Records contained in a dataset:
---+---
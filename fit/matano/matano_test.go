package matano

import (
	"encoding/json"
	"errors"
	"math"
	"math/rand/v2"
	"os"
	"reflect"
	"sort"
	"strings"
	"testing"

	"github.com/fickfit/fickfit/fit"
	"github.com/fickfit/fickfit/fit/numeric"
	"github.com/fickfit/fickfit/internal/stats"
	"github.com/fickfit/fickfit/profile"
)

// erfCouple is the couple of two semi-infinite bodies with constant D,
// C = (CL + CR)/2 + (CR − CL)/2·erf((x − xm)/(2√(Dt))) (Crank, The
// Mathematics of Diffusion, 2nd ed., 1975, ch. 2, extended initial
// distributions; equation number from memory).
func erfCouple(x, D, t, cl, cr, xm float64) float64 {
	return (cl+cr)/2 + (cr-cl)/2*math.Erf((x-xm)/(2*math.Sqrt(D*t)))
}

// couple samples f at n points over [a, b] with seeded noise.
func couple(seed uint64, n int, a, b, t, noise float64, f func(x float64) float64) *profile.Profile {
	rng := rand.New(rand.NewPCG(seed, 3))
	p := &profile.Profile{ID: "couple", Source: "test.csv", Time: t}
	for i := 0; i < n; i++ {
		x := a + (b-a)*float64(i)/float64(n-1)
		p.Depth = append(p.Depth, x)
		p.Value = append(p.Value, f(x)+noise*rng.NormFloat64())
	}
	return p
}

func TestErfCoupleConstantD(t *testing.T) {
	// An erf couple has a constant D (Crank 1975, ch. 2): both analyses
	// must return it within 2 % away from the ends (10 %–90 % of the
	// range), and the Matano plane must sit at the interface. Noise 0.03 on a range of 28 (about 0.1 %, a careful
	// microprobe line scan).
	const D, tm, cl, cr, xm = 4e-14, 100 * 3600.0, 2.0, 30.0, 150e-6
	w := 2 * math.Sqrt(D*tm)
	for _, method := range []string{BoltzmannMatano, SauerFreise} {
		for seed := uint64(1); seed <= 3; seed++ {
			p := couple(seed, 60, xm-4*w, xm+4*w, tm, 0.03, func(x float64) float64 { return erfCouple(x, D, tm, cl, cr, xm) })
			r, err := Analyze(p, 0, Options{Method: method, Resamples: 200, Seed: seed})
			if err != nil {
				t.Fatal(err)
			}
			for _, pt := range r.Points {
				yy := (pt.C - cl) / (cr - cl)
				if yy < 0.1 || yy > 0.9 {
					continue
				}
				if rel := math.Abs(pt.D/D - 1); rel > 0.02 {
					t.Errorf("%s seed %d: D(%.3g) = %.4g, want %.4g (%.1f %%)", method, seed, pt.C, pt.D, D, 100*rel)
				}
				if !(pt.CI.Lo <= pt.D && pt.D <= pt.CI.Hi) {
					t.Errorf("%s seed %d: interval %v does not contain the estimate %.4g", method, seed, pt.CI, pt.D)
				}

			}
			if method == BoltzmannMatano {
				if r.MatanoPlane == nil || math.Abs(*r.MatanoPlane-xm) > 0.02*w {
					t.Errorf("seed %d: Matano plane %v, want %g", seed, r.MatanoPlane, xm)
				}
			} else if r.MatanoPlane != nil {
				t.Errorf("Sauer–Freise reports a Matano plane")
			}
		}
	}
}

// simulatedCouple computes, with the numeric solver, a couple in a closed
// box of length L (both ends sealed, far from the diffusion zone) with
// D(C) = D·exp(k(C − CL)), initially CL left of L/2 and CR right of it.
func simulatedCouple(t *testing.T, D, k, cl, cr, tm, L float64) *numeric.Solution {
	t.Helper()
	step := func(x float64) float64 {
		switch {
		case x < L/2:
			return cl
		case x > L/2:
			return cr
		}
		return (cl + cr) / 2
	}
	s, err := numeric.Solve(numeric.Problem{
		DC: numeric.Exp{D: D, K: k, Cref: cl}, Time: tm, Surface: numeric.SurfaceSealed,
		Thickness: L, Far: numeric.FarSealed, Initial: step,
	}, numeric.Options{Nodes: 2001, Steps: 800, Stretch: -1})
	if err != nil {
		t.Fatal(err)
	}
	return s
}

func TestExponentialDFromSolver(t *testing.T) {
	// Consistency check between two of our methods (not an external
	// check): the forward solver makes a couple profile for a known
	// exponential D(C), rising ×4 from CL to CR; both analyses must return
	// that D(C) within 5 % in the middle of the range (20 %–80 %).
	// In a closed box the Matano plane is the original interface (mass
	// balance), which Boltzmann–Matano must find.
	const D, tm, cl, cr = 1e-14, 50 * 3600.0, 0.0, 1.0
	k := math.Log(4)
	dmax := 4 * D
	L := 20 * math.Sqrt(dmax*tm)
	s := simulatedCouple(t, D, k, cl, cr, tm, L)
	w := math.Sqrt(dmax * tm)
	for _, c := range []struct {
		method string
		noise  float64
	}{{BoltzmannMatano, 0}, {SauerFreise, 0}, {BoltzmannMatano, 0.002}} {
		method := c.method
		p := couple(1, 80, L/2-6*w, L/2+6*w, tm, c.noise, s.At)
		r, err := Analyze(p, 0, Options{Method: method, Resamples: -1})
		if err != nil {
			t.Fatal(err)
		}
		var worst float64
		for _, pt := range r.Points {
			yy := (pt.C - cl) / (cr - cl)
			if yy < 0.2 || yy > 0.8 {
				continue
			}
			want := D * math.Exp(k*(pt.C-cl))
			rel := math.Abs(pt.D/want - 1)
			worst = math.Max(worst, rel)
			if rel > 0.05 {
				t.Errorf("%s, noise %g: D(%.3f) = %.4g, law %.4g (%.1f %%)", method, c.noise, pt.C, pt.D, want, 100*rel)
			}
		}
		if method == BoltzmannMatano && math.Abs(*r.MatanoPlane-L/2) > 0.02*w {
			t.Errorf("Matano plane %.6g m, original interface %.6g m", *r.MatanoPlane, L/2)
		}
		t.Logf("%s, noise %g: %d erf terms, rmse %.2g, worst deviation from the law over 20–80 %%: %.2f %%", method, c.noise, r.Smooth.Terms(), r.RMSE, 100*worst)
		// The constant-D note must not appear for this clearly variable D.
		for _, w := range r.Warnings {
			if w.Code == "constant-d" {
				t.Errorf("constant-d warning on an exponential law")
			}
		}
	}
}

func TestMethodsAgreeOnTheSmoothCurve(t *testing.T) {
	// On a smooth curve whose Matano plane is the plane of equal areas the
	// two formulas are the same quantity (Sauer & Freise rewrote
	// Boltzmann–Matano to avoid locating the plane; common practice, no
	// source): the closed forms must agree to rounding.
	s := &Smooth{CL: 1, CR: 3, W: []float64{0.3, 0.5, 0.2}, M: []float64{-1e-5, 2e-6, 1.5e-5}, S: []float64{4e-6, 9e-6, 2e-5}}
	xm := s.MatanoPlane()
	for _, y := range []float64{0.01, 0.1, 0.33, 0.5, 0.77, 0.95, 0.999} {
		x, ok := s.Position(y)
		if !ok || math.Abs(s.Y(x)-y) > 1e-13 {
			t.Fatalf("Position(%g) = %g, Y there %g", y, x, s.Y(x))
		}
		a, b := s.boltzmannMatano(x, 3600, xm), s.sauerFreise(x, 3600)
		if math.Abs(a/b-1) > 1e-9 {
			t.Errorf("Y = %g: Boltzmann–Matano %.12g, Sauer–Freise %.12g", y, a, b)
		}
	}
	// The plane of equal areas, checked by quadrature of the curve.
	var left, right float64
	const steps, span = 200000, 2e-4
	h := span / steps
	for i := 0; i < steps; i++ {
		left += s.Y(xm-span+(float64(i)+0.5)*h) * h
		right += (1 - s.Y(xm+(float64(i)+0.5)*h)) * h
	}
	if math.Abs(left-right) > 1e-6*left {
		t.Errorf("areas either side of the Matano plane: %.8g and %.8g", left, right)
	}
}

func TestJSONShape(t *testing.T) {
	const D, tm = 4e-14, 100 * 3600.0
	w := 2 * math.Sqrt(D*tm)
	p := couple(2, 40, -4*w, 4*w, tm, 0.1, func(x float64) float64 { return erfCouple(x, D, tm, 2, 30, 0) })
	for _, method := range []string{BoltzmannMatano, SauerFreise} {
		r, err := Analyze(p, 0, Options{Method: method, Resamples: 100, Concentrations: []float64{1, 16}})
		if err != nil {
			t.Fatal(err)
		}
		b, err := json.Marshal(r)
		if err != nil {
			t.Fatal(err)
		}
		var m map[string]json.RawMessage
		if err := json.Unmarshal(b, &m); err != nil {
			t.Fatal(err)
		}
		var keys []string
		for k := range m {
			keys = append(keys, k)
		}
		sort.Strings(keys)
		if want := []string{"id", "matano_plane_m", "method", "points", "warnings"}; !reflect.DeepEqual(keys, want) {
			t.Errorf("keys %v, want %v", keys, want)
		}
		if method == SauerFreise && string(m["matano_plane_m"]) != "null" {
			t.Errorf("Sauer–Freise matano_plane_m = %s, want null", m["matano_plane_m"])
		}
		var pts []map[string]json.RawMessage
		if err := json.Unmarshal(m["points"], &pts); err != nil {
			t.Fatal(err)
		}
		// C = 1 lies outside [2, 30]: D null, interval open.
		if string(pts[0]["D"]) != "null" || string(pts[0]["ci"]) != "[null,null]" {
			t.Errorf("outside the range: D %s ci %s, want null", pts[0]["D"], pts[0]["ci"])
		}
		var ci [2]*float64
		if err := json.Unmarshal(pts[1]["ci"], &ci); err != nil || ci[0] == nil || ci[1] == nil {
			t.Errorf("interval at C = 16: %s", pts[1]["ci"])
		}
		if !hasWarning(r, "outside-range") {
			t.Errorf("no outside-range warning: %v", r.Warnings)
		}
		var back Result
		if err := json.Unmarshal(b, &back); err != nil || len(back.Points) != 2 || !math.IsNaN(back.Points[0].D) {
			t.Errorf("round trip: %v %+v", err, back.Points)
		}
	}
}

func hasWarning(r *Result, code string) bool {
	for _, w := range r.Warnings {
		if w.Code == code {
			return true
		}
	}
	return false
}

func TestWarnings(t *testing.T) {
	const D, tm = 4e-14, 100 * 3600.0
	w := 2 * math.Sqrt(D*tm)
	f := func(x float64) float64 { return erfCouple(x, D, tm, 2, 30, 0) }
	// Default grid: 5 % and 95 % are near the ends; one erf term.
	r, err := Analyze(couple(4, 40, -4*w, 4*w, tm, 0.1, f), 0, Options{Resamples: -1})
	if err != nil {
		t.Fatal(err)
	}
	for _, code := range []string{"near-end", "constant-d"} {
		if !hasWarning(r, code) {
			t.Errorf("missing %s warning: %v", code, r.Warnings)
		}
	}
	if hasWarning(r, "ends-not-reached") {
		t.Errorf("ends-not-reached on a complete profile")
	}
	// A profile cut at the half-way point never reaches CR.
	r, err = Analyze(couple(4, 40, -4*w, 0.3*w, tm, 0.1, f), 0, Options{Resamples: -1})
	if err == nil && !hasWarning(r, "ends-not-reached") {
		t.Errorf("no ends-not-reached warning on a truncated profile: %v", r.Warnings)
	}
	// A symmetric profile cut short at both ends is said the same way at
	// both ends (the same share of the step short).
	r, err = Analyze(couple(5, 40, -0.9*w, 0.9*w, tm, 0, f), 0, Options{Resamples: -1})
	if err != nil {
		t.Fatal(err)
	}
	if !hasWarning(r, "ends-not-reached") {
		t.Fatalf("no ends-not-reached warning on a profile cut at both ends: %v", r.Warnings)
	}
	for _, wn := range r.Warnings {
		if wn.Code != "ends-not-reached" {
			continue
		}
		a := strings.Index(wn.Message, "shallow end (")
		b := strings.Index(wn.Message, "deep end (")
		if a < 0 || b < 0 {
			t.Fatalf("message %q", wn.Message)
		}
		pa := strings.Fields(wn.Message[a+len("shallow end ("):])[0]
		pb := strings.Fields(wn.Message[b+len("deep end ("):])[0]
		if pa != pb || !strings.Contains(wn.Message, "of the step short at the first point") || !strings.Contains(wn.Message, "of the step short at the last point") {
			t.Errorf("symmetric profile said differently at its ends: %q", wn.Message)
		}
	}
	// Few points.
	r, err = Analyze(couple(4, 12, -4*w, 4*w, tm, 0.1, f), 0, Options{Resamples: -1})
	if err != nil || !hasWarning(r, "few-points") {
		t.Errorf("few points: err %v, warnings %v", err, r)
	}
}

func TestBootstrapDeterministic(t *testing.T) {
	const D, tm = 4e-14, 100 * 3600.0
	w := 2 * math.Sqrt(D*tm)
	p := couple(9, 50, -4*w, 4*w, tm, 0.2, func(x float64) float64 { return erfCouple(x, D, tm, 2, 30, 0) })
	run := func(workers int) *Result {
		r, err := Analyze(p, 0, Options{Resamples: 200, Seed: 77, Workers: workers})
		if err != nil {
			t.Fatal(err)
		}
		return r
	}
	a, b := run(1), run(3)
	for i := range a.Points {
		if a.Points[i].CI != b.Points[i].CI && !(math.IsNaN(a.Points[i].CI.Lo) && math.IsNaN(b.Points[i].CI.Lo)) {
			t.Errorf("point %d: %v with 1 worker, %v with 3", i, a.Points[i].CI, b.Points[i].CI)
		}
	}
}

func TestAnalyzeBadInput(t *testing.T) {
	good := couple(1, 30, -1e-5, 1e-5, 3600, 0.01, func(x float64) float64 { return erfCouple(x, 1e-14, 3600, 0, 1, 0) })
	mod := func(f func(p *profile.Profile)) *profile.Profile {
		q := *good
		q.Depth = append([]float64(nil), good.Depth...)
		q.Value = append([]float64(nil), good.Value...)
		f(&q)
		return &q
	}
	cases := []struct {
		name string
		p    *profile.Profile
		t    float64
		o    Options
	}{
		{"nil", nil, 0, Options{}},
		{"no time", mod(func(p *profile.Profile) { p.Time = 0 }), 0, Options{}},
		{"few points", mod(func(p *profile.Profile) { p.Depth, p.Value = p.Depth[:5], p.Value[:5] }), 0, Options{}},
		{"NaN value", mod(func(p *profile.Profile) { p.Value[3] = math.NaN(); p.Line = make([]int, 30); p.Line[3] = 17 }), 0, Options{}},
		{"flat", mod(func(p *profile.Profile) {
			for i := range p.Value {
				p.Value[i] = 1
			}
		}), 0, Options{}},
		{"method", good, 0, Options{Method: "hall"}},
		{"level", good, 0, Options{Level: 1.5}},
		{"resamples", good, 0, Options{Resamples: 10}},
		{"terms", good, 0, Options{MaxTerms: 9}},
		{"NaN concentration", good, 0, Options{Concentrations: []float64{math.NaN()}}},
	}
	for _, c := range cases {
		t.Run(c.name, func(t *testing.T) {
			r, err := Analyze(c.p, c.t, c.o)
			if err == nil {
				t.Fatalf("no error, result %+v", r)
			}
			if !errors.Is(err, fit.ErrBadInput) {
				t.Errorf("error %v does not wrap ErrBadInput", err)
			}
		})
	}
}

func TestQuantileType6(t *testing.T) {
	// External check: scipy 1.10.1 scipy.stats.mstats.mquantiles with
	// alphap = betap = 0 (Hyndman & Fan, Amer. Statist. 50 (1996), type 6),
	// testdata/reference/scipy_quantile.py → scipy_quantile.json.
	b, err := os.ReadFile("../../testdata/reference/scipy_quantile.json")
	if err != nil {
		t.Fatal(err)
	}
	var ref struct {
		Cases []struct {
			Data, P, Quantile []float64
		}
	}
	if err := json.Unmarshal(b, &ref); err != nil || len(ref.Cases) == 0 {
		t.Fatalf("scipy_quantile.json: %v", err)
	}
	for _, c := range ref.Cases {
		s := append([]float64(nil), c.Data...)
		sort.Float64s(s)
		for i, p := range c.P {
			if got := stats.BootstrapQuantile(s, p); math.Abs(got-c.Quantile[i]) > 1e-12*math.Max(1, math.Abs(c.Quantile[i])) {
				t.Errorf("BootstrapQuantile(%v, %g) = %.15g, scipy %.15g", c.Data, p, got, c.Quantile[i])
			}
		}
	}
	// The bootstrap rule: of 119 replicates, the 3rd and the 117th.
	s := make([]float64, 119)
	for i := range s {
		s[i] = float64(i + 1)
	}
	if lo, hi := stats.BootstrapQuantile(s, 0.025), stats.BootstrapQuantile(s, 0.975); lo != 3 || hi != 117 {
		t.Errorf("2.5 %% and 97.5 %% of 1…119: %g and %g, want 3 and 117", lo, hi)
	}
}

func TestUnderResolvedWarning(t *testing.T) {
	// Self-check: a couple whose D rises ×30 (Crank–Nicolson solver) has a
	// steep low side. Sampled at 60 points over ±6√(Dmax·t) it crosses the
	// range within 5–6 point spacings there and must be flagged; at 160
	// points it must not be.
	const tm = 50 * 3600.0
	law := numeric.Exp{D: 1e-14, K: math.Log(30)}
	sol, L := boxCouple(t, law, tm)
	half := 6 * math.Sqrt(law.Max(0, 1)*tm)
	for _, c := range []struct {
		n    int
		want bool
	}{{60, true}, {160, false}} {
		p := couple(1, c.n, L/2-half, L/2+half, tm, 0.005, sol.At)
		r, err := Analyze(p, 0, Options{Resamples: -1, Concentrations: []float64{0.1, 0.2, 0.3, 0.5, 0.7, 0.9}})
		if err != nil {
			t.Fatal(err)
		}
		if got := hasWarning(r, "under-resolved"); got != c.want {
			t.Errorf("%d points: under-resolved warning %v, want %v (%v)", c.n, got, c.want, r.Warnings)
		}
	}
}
---+---
• [Task objective] Note down each line above where the word "reached" occurs.

• [Response to this task]
	if hasWarning(r, "ends-not-reached") {
		t.Errorf("ends-not-reached on a complete profile")
	if err == nil && !hasWarning(r, "ends-not-reached") {
		t.Errorf("no ends-not-reached warning on a truncated profile: %v", r.Warnings)
	if !hasWarning(r, "ends-not-reached") {
		t.Fatalf("no ends-not-reached warning on a profile cut at both ends: %v", r.Warnings)
		if wn.Code != "ends-not-reached" {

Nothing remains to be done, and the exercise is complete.